Week 2: Communicating Effectively…or do we?

Andrea
Organizational Communication @ Illinois Tech
3 min readJan 25, 2016

This week’s reading really delved into defining the different forms of communication that occur within an organization. These types of communications I erroneously believed only occurred within formal organizations and in workplace settings. However, this chapter illustrated how these forms of communication (info-transfer, transactional process, strategic control, and as balance of creativity and constraint) can apply to any form of communication we have with people regardless of the setting.

The most interesting aspect of this chapter for me, was reading how these different theories of communication can be applied outside the scope and use of formal “work” organizations. The idea that “all individuals are situated in multiple contexts and that as a situated individual the multiple contexts that we belong to inform[s] the interpretation of our selves” (Eisengberg Pg. 44–45). I’ve never really thought about how social media and the social networks that individuals belong to are a form of organization and that these theories can be applied here as well or more importantly should be applied here. However, it makes sense that the constraint of the self within these social spaces would be difficult to achieve as it is hard to distinguish what type of information we communicate should belong within specific compartments of our virtual selves.
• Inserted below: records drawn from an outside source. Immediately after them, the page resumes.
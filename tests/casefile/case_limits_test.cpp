// The documented limits of a case (case_limits.hpp, docs/case-format-reference.md
// "Limits") against hostile input: floods, huge and deep text, control
// characters, lengths that change meaning when converted, and files that are
// not files. Each is refused with file:line, and its message stays short and
// free of control characters.
#include "case_test_support.hpp"

#include "plystrain/mesh/stack_mesher.hpp"
#include "plystrain/solver/case_limits.hpp"
#include "plystrain/solver/input_text.hpp"
#include "plystrain/solver/stack_from_case.hpp"

#include <sys/stat.h>

#include <cstdio>

#include <unistd.h>

using namespace plystrain;

namespace {

// The minimal case with `extra` appended (tables after [load]).
std::string with(const std::string& extra) {
  return test::minimal_case() + extra;
}

// Whether any line of `text` holds a control character.
bool shows_control_characters(const std::string& text) {
  std::size_t start = 0;
  while (start <= text.size()) {
    const std::size_t end = std::min(text.find('\n', start), text.size());
    if (has_control_characters(std::string_view(text).substr(start, end - start))) {
      return true;
    }
    start = end + 1;
  }
  return false;
}

std::string repeated(const std::string& piece, std::size_t count) {
  std::string text;
  for (std::size_t i = 0; i < count; ++i) {
    text += piece;
  }
  return text;
}

std::string number(double value) {
  char text[32];
  std::snprintf(text, sizeof text, "%.17g", value);
  return text;
}

std::string variants(std::size_t count) {
  std::string text;
  for (std::size_t i = 0; i < count; ++i) {
    text += "\n[[variant]]\nname = \"v" + std::to_string(i) + "\"\n";
  }
  return text;
}

std::string sweep_of(std::size_t count, const std::string& value) {
  std::string text = "\n[sweep]\nparameter = \"load.strain\"\nvalues = [";
  for (std::size_t i = 0; i < count; ++i) {
    text += (i > 0 ? ", " : "") + value;
  }
  return text + "]\n";
}

}  // namespace

TEST_CASE("a flood of variants is refused at the first past the limit", "[casefile][limits]") {
  const std::string text = with(variants(30000));
  REQUIRE(text.size() < limits::case_file_bytes);
  const InputError error = test::input_error_of_text(text, "flood.toml");
  REQUIRE(error.problems().size() == 1);
  CHECK(error.problems().front().key_path == "variant");
  // Line of the 101st [[variant]]: 22 lines of the case, then 3 per variant.
  CHECK(error.problems().front().where.line == 22 + 3 * 100 + 1);
  CHECK_THAT(error.what(),
             Catch::Matchers::Contains("at most 100 [[variant]] tables, found 30,000"));
  CHECK_NOTHROW(
      read_case_text(with(variants(limits::variants)), "enough.toml", test::test_library()));
}

TEST_CASE("a sweep of 100,000 values is refused without checking each", "[casefile][limits]") {
  const InputError error = test::input_error_of_text(with(sweep_of(100000, "0.1")), "sweep.toml");
  REQUIRE(error.problems().size() == 1);
  CHECK(error.problems().front().key_path == "sweep.values");
  CHECK(error.problems().front().where.line == 25);
  CHECK_THAT(error.what(), Catch::Matchers::Contains("at most 1,000 values, found 100,000"));
}

TEST_CASE("a thousand wrong values give five errors and a count", "[casefile][limits]") {
  const InputError error =
      test::input_error_of_text(with(sweep_of(limits::sweep_values, "\"x\"")), "wrong.toml");
  const std::string message = error.what();
  INFO(message);
  REQUIRE(error.problems().size() == problems_listed_per_kind);
  CHECK(error.problems().back().similar_not_listed == 995);
  CHECK_THAT(message, Catch::Matchers::Contains("... and 995 more errors like this"));
  CHECK(message.size() < 1500);
  CHECK_THAT(message, Catch::Matchers::StartsWith("wrong.toml:25:"));
}

TEST_CASE("many problems of different kinds list twenty and count the rest", "[casefile][limits]") {
  std::string text = test::minimal_case();
  for (int i = 0; i < 30; ++i) {
    text.insert(text.find("[geometry]"),
                "unknown_" + std::string(1, static_cast<char>('a' + i % 26)) +
                    std::string(static_cast<std::size_t>(i / 26 + 1), 'q') + " = 1\n");
  }
  const InputError error = test::input_error_of_text(text, "kinds.toml");
  INFO(error.what());
  CHECK(error.problems().size() == problems_listed_in_all);
  CHECK(error.not_listed() == 10);
  CHECK_THAT(error.what(), Catch::Matchers::EndsWith("kinds.toml: ... and 10 more errors"));
}

TEST_CASE("a huge key is echoed once, shortened", "[casefile][limits]") {
  const std::string key(500000, 'k');
  const InputError error =
      test::input_error_of_text(with("\n[mesh]\n" + key + " = 1\n"), "key.toml");
  const std::string message = error.what();
  CHECK(message.size() < 600);
  CHECK_THAT(message, Catch::Matchers::StartsWith("key.toml:24:1: mesh."));
  CHECK_THAT(message, Catch::Matchers::Contains("(500,000 characters)"));
}

TEST_CASE("a file past 1 MiB is refused where the limit is passed", "[casefile][limits]") {
  const std::string text =
      with("\ntitle_padding = \"" + std::string(limits::case_file_bytes, 'x') + "\"\n");
  const InputError error = test::input_error_of_text(text, "big.toml");
  REQUIRE(error.problems().size() == 1);
  CHECK(error.problems().front().where.line == 23);
  CHECK_THAT(error.what(), Catch::Matchers::Contains("at most 1,048,576 bytes"));
}

TEST_CASE("nesting is limited before the TOML parser sees it", "[casefile][limits]") {
  const auto deep_key = [](std::size_t parts) {
    std::string key = "a";
    for (std::size_t i = 1; i < parts; ++i) {
      key += ".a";
    }
    return key;
  };
  for (const std::string& deep :
       {deep_key(50000) + " = 1", "[" + deep_key(17) + "]",
        "x = " + std::string(17, '[') + std::string(17, ']'), "x = " + repeated("{a=", 1000)}) {
    const InputError error = test::input_error_of_text(with("\n" + deep + "\n"), "deep.toml");
    INFO(deep.substr(0, 40));
    REQUIRE(error.problems().size() == 1);
    CHECK(error.problems().front().where.line == 23);
    CHECK_THAT(error.what(), Catch::Matchers::Contains("nested at most 16 levels deep"));
  }
  // The deepest the format needs: a variant's set as nested tables, strings
  // and comments with brackets, and a profile's points, read as before.
  const std::string nested = with(
      "\n[[variant]]  # [[[[[[[[[[[[[[[[[[\nname = \"v\"\n"
      "set = { layer = { film = { thickness = 0.2 } }, title = "
      "\"[[[[{{{{.a.a.a.a.a.a.a.a.a.a.a.a.a.a.a.a.a\" }\n");
  const CaseSpec spec = read_case_text(nested, "nested.toml", test::test_library());
  REQUIRE(spec.variants.size() == 1);
  CHECK(spec.variants.front().set.size() == 2);
}

TEST_CASE("names and strings have lengths and no control characters", "[casefile][limits]") {
  std::string text = test::minimal_case();
  text.replace(text.find("\"film\""), 6, "\"" + std::string(limits::name_characters, 'f') + "\"");
  CHECK_NOTHROW(read_case_text(text, "name.toml", test::test_library()));
  text.replace(text.find("\"fff"), limits::name_characters + 2, "\"" + std::string(65, 'f') + "\"");
  CHECK_THAT(test::input_error_of_text(text).what(),
             Catch::Matchers::Contains("at most 64 characters"));

  for (const char* title : {"\"bell\\u0007\"", "\"\\u001b[2J\"", "\"nul\\u0000cut\"",
                            "\"\\u202Ereversed\"", "\"\\u0085\""}) {
    const InputError error = test::input_error_of_text(
        with("").replace(0, 10, std::string("format = 1\ntitle = ") + title + "\n"));
    const std::string message = error.what();
    INFO(message);
    CHECK(error.problems().front().key_path == "title");
    CHECK_THAT(message, Catch::Matchers::Contains("without control characters"));
    CHECK_FALSE(shows_control_characters(message));
    CHECK_THAT(message, Catch::Matchers::Contains("\\u"));  // the character is named, not dropped
  }
  const InputError key = test::input_error_of_text(with("\n[mesh]\n\"a\\u0000b\\u001bc\" = 1\n"));
  CHECK_THAT(key.what(), Catch::Matchers::Contains("a\\u0000b\\u001Bc"));
  CHECK_FALSE(shows_control_characters(key.what()));
}

TEST_CASE("lengths are checked after conversion to micrometres", "[casefile][limits]") {
  // The minimal case in `units`, its width as given.
  const auto read = [](const std::string& units, const std::string& width) {
    const double per_um = units == "m" ? 1e-6 : units == "mm" ? 1e-3 : units == "nm" ? 1e3 : 1.0;
    std::string text = test::minimal_case();
    text.replace(text.find("width = 100.0"), 13, "width = " + width);
    text.replace(text.find("thickness = 50.0"), 16, "thickness = " + number(50.0 * per_um));
    text.replace(text.find("thickness = 0.1"), 15, "thickness = " + number(0.1 * per_um));
    text.insert(text.find("\n") + 1, "units = \"" + units + "\"\n");
    return text;
  };
  CHECK_NOTHROW(read_case_text(read("m", "0.01"), "ok.toml", test::test_library()));
  for (const auto& [units, width, fragment] :
       {std::tuple{"m", "1e308", "found 1e+308 m, which is inf um"},
        std::tuple{"m", "10.5", "at most 1e+07 um (10 m)"},
        std::tuple{"nm", "5e-324", "which is 0.0 um"},
        std::tuple{"um", "1e-320", "at least 1e-04 um (0.1 nm)"},
        std::tuple{"mm", "1e-8", "which is 1e-05 um"}}) {
    const InputError error = test::input_error_of_text(read(units, width), "units.toml");
    INFO(error.what());
    CHECK(error.problems().front().key_path == "geometry.width");
    CHECK(error.problems().front().where.line == 6);
    CHECK_THAT(error.problems().front().message, Catch::Matchers::Contains(fragment));
  }
  // A variant's value is converted and checked like the base case's.
  const InputError set = test::input_error_of_text(
      with("\n[[variant]]\nname = \"v\"\nset = { \"layer.film.thickness\" = 1e-9 }\n"));
  CHECK(set.problems().front().where.line == 25);
  CHECK_THAT(set.what(), Catch::Matchers::Contains("at least 1e-04 um"));
}

TEST_CASE("what the mesher would refuse, check refuses first", "[casefile][limits]") {
  // Two stepped thin spots of one layer at different depths: the mesher
  // cannot line up their step walls.
  const std::string spots = with(
      "\n[[defect]]\nkind = \"thin-spot\"\nlayer = \"base\"\nat = 10.0\nsize = 4.0\ndepth = 0.2\n"
      "\n[[defect]]\nkind = \"thin-spot\"\nlayer = \"base\"\nat = 30.0\nsize = 4.0\ndepth = 0.5\n");
  const InputError error = test::input_error_of_text(spots, "spots.toml");
  INFO(error.what());
  CHECK(error.problems().front().where.line == 30);
  CHECK(error.problems().front().key_path == "defect[2]");
  CHECK_THAT(error.what(), Catch::Matchers::Contains("share one depth"));
}

TEST_CASE("the default averaging radius stays within the smallest defect", "[casefile][limits]") {
  const CaseSpec spec =
      read_case_text(with("\n[[defect]]\nkind = \"slit\"\nlayer = \"film\"\nsize = 0.04\n"),
                     "small.toml", test::test_library());
  // Half the thinnest layer would be 0.05 um; half the slit is 0.02 um.
  CHECK(spec.report.averaging_radius.value == Approx(0.02));
  CHECK_FALSE(spec.report.averaging_radius.given);
}

TEST_CASE("a change a variant would lose is an error", "[casefile][limits]") {
  const InputError layer =
      test::input_error_of_text(with("\n[[variant]]\nname = \"bare\"\nremove = [\"film\"]\nset = { "
                                     "\"layer.film.thickness\" = 0.2 }\n"));
  CHECK(layer.problems().front().key_path == "variant.bare.set.layer.film.thickness");
  CHECK(layer.problems().front().where.line == 26);
  const InputError defect = test::input_error_of_text(with(
      "\n[[defect]]\nkind = \"slit\"\nlayer = \"film\"\nsize = 2.0\n"
      "\n[[variant]]\nname = \"bare\"\nremove = [\"film\"]\nset = { \"defect.1.size\" = 1.0 }\n"));
  CHECK(defect.problems().front().key_path == "variant.bare.set.defect.1.size");
  CHECK_THAT(defect.what(), Catch::Matchers::Contains("goes with a layer it removes"));
  const InputError empty =
      test::input_error_of_text(with("\n[[variant]]\nname = \"v\"\n[variant.set.layer.film]\n"));
  CHECK(empty.problems().front().key_path == "variant.v.set.layer.film");
  CHECK(empty.problems().front().where.line == 25);
}

TEST_CASE("a case file that is not a regular file is refused without blocking",
          "[casefile][limits]") {
  const std::filesystem::path folder =
      std::filesystem::temp_directory_path() / ("plystrain-fifo-" + std::to_string(::getpid()));
  std::filesystem::create_directories(folder);
  const std::filesystem::path fifo = folder / "case.toml";
  REQUIRE(::mkfifo(fifo.c_str(), 0600) == 0);
  // No writer ever opens the pipe: a reader that opened it plainly would wait forever.
  const InputError pipe = test::input_error_of(fifo);
  CHECK_THAT(pipe.what(), Catch::Matchers::Contains("named pipe (FIFO)"));
  CHECK_THAT(pipe.what(), Catch::Matchers::StartsWith(fifo.string()));
  std::filesystem::remove_all(folder);
  CHECK_THAT(test::input_error_of("/dev/null").what(),
             Catch::Matchers::Contains("character device"));
}

TEST_CASE("the mesh estimate bounds the mesher's count closely", "[casefile][limits]") {
  // The estimate refuses a case before meshing: it must not be below the
  // count the mesher makes, nor so far above it that it refuses a case the
  // mesher would build within the limit.
  const std::filesystem::path cases = test::source_dir() / "cases";
  for (const char* name : {"sensor-patch-scratch", "thin-spot-debond", "wrist-foil-bend",
                           "dome-cell", "mould-patch-press"}) {
    const CaseSpec spec = read_case(cases / name / "case.toml");
    const double cells =
        static_cast<double>(mesh::build_stack_mesh(stack_from_case(spec)).cell_count());
    const double estimate = estimated_mesh_cells(spec);
    INFO(name << ": " << cells << " cells, estimated " << estimate);
    CHECK(estimate >= cells);
    CHECK(estimate <= 1.25 * cells);
  }
}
Another thing that I found interesting was the application of these communication methods in the real world. I’ve always believed that it is a lot harder to execute theories of communication or leadership in real settings effectively, but perhaps this view is only a reflection of my own experiences. Having been a part of the workforce in settings that were both professional and not, I’ve experience the different approaches of communication outlined in this chapter. For me the two approaches that I identified with the most were the info-transfer approach and the communication as a balance of creativity and constraint. When I worked for a retail company, I felt very disconnected from the environment that I worked in. The policies, procedures, and needs of the company were often enforced and communicated in a top-down manner with very little room for communicating upwards or providing feedback on how these policies, procedures and needs affected the employees. The company issued out it’s requirements and needs for their business model and expected the employees to ensure that these things occurred. There was very little room for understanding or thinking about what it would take for they’re employees to perform effectively. I think this is the norm for many retail companies, especially as the “norm” for these has been increasingly changing over the years as the need to outdo one another becomes more dire in order to be a successful company.
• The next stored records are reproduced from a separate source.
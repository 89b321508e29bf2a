// Arbitrary bytes never crash the reader: it either reads a case or throws
// InputError. Random buffers (fixed seed) and random edits of a valid case.
#include "case_test_support.hpp"

#include <random>

using namespace plystrain;

namespace {

// Reads `text`; true when it was read, false on InputError. Any other
// exception fails the test through Catch.
bool reads(const std::string& text) {
  try {
    static_cast<void>(read_case_text(text, "fuzz.toml", test::test_library()));
    return true;
  } catch (const InputError& error) {
    CHECK_FALSE(std::string(error.what()).empty());
    CHECK(error.problems().front().where.file == "fuzz.toml");
    return false;
  }
}

}  // namespace

TEST_CASE("random bytes are refused with an input error", "[casefile][robustness]") {
  std::mt19937 generator(20261202);
  std::uniform_int_distribution<int> byte(0, 255);
  std::uniform_int_distribution<int> printable(0x20, 0x7E);
  std::uniform_int_distribution<std::size_t> length(0, 400);
  int refused = 0;
  for (int buffer = 0; buffer < 300; ++buffer) {
    std::string text(length(generator), '\0');
    const bool ascii = buffer % 2 == 1;  // half of them pass the text check and reach the parser
    for (char& c : text) {
      c = static_cast<char>(ascii ? (printable(generator) == 0x7E ? '\n' : printable(generator))
                                  : byte(generator));
    }
    refused += reads(text) ? 0 : 1;
  }
  CHECK(refused == 300);
}

TEST_CASE("random edits of a valid case read or are refused cleanly", "[casefile][robustness]") {
  const std::string valid = test::read_text(test::case_data("good") / "every-key-stretch.toml");
  REQUIRE(reads(valid));
  std::mt19937 generator(7);
  std::uniform_int_distribution<std::size_t> position(0, valid.size() - 1);
  const std::string pieces[] = {"=", "[", "]", "\"", "0", "-1", "1e400", "nan", ".", "\n", "#",
                                "[[layer]]", "{", "}", ",", "\xC3", "inf", "99999999999999999999"};
  std::uniform_int_distribution<std::size_t> piece(0, std::size(pieces) - 1);
  std::uniform_int_distribution<int> action(0, 2);
  int read_count = 0;
  for (int trial = 0; trial < 300; ++trial) {
    std::string text = valid;
    for (int edit = 0; edit < 3; ++edit) {
      const std::size_t at = position(generator) % text.size();
      switch (action(generator)) {
        case 0: text.erase(at, 1 + at % 5); break;
        case 1: text.insert(at, pieces[piece(generator)]); break;
        default: text[at] = pieces[piece(generator)].front(); break;
      }
    }
    read_count += reads(text) ? 1 : 0;
  }
  // Some edits land in comments or strings and leave a valid case.
  CHECK(read_count < 300);
}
The easiest way of observing this is by looking at how retail companies behave during peak holiday shopping times. In recent years the trend of retail shopping has shifted to include longer times that stores are opened, having more employees on hand and trying to please the consumer population. Companies struggle to juggle the needs of their consumers with the needs of their employees, often types the former outweighing the latter. It isn’t until consumers are part of this type of workforce that people understand how difficult these jobs are.
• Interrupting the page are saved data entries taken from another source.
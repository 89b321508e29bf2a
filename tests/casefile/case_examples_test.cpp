// Every example case in cases/ reads against the built-in library, with its
// variants and sweep; the generated reference page is up to date.
#include "case_test_support.hpp"

#include "plystrain/solver/case_variants.hpp"
#include "plystrain/solver/key_table.hpp"

#include <fstream>

using namespace plystrain;

namespace {

std::vector<std::filesystem::path> example_cases() {
  std::vector<std::filesystem::path> files;
  for (const auto& entry : std::filesystem::directory_iterator(test::source_dir() / "cases")) {
    if (entry.is_directory() && std::filesystem::exists(entry.path() / "case.toml")) {
      files.push_back(entry.path() / "case.toml");
    }
  }
  std::sort(files.begin(), files.end());
  return files;
}

std::filesystem::path reference_page() {
  return test::source_dir() / "docs" / "case-format-reference.md";
}

}  // namespace

TEST_CASE("every example case reads with the built-in library", "[casefile][examples]") {
  const std::vector<std::filesystem::path> files = example_cases();
  CHECK(files.size() >= 4);
  for (const std::filesystem::path& file : files) {
    INFO(file.string());
    CHECK(std::filesystem::exists(file.parent_path() / "README.md"));
    try {
      const CaseSpec spec = read_case(file);
      CHECK(spec.name() == file.parent_path().filename().string());
      CHECK(spec.title.given);
      for (const ResolvedCase& variant : resolve_variants(spec)) {
        CHECK_FALSE(variant.spec.layers.empty());
      }
    } catch (const InputError& error) {
      FAIL(error.what());
    }
  }
}

TEST_CASE("the named example cases show what they are for", "[casefile][examples]") {
  const std::filesystem::path cases = test::source_dir() / "cases";
  const CaseSpec sensor = read_case(cases / "sensor-patch-scratch" / "case.toml");
  CHECK(sensor.load.kind.value == LoadKind::stretch);
  REQUIRE_FALSE(sensor.defects.empty());
  CHECK(sensor.defects[0].kind.value == DefectKind::pinhole);
  const std::vector<ResolvedCase> variants = resolve_variants(sensor);
  REQUIRE(variants.size() >= 1);
  CHECK(variants[0].name == "bare");
  CHECK(variants[0].spec.layers.size() < sensor.layers.size());

  const CaseSpec debond = read_case(cases / "thin-spot-debond" / "case.toml");
  bool thin_spot = false;
  bool delamination = false;
  for (const DefectSpec& defect : debond.defects) {
    thin_spot = thin_spot || defect.kind.value == DefectKind::thin_spot;
    delamination = delamination || defect.kind.value == DefectKind::delamination;
  }
  CHECK(thin_spot);
  CHECK(delamination);

  const CaseSpec wrist = read_case(cases / "wrist-foil-bend" / "case.toml");
  CHECK(wrist.load.kind.value == LoadKind::bend);
  CHECK(wrist.load.radius.value.size() == 2);

  const CaseSpec dome = read_case(cases / "dome-cell" / "case.toml");
  CHECK(dome.geometry.shape.value == Shape::disk);
  CHECK(dome.load.kind.value == LoadKind::conform);
  CHECK(dome.load.surface.value == SurfaceKind::sphere);
  CHECK(dome.load.method.value == ConformMethod::wrap);
}

TEST_CASE("the reference page lists every declared key", "[casefile][reference]") {
  const std::string page = render_case_format_reference();
  for (const KeyInfo& key : case_key_table()) {
    INFO(key.path());
    CHECK_THAT(page, Catch::Matchers::Contains("| `" + std::string(key.name) + "` |"));
  }
}

TEST_CASE("docs/case-format-reference.md is the current render of the key table",
          "[casefile][reference]") {
  const std::string page = render_case_format_reference();
  const std::string on_disk = test::read_text(reference_page());
  if (on_disk != page) {
    FAIL("docs/case-format-reference.md is stale; regenerate it with "
         "`plystrain_tests_casefile \"[.regenerate]\"` (or `plystrain reference > "
         "docs/case-format-reference.md`)");
  }
}

// Hidden (run only by name or tag): writes the reference page from the table.
TEST_CASE("regenerate docs/case-format-reference.md", "[.regenerate]") {
  std::ofstream out(reference_page(), std::ios::binary | std::ios::trunc);
  out << render_case_format_reference();
  REQUIRE(out.good());
}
I think out of all of these theories have organizational settings where they are all effective. Sometimes the communication between consumers and retail organizations need to use the information- transactional method as they inform their consumers to behave a certain way (establishing open/close hours, the type of advertisement that they use, featuring specific items on sale depending on the season/cycle of the year) while at the same time using the strategic control form of communication as they use strategic ambiguity to force a specific understanding and interpretation of their consumers (like Victoria Secret’s “A body for everybody” ad that received negative feedback when people felt that although their ad expressed that their garments were sized for everybody they visuals did not represent a diverse body type) or McDonald’s “I’m loving it” slogan.

I think it’s interesting how this type of abstract communication still seems to deliver the message that these type of organizations are trying to convey when oftentimes effective communication strives to move away from ambiguous behavior in an effort to be clear and effective. The questions that come to mind regarding this method is how much conditioning does a person have to receive before they can read into “the right” type of message? and when does the diversity of the receiver becomes unified to how others interpret these messages?